DATA RECORDS:
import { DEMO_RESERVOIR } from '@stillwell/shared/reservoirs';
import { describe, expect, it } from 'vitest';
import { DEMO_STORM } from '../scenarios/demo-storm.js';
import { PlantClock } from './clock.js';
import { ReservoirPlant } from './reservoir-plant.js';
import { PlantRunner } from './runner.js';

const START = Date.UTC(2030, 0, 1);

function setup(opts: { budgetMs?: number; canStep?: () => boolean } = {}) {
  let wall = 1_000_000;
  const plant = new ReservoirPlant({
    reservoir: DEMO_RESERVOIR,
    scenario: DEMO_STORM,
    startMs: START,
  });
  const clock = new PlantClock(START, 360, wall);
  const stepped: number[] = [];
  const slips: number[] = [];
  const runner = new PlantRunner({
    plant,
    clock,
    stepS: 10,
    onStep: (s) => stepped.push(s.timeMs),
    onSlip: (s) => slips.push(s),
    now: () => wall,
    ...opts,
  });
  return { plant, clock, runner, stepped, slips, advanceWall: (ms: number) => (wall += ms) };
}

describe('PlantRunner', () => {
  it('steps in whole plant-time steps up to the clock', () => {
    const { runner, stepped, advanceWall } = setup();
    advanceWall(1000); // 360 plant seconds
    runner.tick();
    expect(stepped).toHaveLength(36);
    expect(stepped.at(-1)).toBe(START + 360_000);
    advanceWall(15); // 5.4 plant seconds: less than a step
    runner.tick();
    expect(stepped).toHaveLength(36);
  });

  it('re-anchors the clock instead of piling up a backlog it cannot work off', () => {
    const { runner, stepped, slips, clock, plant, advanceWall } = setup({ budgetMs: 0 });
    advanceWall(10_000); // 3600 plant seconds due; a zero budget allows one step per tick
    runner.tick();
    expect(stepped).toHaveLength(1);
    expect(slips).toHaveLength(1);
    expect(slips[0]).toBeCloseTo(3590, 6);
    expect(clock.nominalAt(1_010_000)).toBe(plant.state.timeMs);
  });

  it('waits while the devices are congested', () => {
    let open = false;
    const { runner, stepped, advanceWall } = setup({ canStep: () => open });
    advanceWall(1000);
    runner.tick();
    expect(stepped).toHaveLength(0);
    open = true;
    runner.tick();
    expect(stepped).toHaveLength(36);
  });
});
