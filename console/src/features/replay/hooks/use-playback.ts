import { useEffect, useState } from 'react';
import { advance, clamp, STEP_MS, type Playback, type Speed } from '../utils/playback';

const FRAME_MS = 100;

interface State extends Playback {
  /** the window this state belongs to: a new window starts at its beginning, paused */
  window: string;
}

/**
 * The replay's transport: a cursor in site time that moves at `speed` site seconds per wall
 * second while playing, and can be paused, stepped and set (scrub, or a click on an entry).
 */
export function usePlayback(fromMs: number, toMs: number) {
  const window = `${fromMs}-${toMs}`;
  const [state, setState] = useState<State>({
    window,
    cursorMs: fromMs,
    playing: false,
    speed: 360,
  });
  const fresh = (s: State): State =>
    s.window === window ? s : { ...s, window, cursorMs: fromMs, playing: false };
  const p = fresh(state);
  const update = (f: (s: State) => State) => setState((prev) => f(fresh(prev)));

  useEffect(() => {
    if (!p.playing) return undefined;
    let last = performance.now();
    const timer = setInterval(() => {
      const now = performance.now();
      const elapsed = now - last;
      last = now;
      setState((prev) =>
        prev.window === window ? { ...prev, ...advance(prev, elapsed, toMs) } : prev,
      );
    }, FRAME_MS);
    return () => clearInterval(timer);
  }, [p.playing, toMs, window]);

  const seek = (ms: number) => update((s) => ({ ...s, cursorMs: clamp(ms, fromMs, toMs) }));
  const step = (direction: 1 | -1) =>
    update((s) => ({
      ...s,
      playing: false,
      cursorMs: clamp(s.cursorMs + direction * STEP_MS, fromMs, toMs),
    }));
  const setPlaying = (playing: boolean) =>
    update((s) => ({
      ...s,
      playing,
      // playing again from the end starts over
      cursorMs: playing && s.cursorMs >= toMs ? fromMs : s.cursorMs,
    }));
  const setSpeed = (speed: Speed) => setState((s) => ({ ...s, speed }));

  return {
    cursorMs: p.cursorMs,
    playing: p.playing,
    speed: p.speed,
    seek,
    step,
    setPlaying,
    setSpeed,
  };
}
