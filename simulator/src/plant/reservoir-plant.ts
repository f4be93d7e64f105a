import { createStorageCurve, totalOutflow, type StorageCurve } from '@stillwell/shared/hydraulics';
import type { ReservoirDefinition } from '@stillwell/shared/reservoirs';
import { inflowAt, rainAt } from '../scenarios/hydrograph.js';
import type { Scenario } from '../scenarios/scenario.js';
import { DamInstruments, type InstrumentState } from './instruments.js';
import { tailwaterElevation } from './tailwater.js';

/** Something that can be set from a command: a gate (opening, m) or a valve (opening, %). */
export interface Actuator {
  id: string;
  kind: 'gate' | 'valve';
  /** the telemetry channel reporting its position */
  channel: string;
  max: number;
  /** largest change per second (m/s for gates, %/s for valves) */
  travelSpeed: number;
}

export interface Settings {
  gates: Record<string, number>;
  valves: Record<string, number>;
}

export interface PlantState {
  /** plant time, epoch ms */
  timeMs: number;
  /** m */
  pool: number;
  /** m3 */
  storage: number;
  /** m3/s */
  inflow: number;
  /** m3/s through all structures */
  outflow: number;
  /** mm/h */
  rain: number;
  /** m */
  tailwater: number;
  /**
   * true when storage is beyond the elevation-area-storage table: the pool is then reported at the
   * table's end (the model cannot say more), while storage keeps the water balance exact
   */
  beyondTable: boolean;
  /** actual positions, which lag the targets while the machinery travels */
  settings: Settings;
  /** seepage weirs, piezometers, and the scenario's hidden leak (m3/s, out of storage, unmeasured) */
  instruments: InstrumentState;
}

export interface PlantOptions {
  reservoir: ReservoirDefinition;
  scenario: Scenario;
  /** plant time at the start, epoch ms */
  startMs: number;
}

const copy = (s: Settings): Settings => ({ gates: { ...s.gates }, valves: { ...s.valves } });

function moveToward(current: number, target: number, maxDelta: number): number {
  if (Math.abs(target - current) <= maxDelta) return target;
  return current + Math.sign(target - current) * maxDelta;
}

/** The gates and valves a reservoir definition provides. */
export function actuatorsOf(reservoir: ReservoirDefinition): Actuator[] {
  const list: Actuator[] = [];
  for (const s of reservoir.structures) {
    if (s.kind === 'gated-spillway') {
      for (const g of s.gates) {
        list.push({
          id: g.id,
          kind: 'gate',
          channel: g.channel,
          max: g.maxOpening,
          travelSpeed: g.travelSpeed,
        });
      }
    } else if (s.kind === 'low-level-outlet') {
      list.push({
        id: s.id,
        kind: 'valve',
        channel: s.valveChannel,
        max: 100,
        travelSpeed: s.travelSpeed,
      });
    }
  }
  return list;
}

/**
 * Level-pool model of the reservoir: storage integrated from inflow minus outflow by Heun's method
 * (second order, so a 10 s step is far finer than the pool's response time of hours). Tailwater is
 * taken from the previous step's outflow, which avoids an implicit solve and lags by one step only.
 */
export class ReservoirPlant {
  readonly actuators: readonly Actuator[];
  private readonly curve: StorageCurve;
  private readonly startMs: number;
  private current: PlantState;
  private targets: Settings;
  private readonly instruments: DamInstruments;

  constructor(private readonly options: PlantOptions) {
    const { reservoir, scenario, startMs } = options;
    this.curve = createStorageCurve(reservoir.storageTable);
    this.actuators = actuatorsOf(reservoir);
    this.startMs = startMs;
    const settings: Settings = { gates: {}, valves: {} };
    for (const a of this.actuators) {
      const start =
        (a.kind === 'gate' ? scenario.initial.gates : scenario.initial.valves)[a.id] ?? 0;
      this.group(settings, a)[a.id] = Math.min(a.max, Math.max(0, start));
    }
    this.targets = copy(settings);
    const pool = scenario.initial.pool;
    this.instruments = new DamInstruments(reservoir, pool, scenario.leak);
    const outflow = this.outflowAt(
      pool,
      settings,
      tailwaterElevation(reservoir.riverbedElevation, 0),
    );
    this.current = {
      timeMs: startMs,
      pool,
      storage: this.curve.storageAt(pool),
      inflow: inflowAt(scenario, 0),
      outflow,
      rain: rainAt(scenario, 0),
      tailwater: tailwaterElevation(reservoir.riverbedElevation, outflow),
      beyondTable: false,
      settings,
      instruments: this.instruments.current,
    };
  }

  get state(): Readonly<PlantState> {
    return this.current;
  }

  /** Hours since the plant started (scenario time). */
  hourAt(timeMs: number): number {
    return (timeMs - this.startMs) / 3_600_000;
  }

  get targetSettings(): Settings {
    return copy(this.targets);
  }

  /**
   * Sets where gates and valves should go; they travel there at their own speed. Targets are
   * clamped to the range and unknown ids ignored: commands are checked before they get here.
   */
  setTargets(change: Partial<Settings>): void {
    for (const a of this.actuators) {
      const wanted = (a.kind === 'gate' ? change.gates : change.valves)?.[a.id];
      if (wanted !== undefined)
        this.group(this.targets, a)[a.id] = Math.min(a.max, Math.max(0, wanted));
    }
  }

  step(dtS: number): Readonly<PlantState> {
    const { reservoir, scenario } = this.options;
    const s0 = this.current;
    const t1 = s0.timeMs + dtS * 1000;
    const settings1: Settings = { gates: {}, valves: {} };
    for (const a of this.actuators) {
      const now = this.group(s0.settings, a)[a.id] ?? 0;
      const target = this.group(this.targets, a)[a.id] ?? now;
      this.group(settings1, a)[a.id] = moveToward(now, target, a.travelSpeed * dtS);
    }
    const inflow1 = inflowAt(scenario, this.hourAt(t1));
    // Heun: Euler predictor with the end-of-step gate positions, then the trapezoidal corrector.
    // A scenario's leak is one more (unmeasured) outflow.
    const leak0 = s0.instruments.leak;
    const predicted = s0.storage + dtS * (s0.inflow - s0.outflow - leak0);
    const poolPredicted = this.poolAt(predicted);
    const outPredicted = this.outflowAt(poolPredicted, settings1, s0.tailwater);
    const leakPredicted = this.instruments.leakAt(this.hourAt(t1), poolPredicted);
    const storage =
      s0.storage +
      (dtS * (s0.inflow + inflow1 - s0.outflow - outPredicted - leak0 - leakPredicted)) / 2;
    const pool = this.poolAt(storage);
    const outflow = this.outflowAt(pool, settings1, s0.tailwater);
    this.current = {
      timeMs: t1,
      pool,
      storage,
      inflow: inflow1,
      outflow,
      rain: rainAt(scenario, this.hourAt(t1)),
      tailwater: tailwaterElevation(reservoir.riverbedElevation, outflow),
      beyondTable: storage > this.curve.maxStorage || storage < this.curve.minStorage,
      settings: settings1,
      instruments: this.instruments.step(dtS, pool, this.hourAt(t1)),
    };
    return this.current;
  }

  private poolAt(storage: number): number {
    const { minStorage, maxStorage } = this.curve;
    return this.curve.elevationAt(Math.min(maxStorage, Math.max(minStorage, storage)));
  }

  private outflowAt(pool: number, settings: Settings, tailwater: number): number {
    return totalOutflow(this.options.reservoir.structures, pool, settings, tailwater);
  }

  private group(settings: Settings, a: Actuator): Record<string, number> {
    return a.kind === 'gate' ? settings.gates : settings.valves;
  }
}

GOAL OF THE EXERCISE: Take the lines from the first line of the listing to the line containing "const START = Date.UTC(2030, 0, 1);". Please print them exactly, ends included, with nothing else.

YOUR RESPONSE:
import { DEMO_RESERVOIR } from '@stillwell/shared/reservoirs';
import { describe, expect, it } from 'vitest';
import { DEMO_STORM } from '../scenarios/demo-storm.js';
import { PlantClock } from './clock.js';
import { ReservoirPlant } from './reservoir-plant.js';
import { PlantRunner } from './runner.js';

const START = Date.UTC(2030, 0, 1);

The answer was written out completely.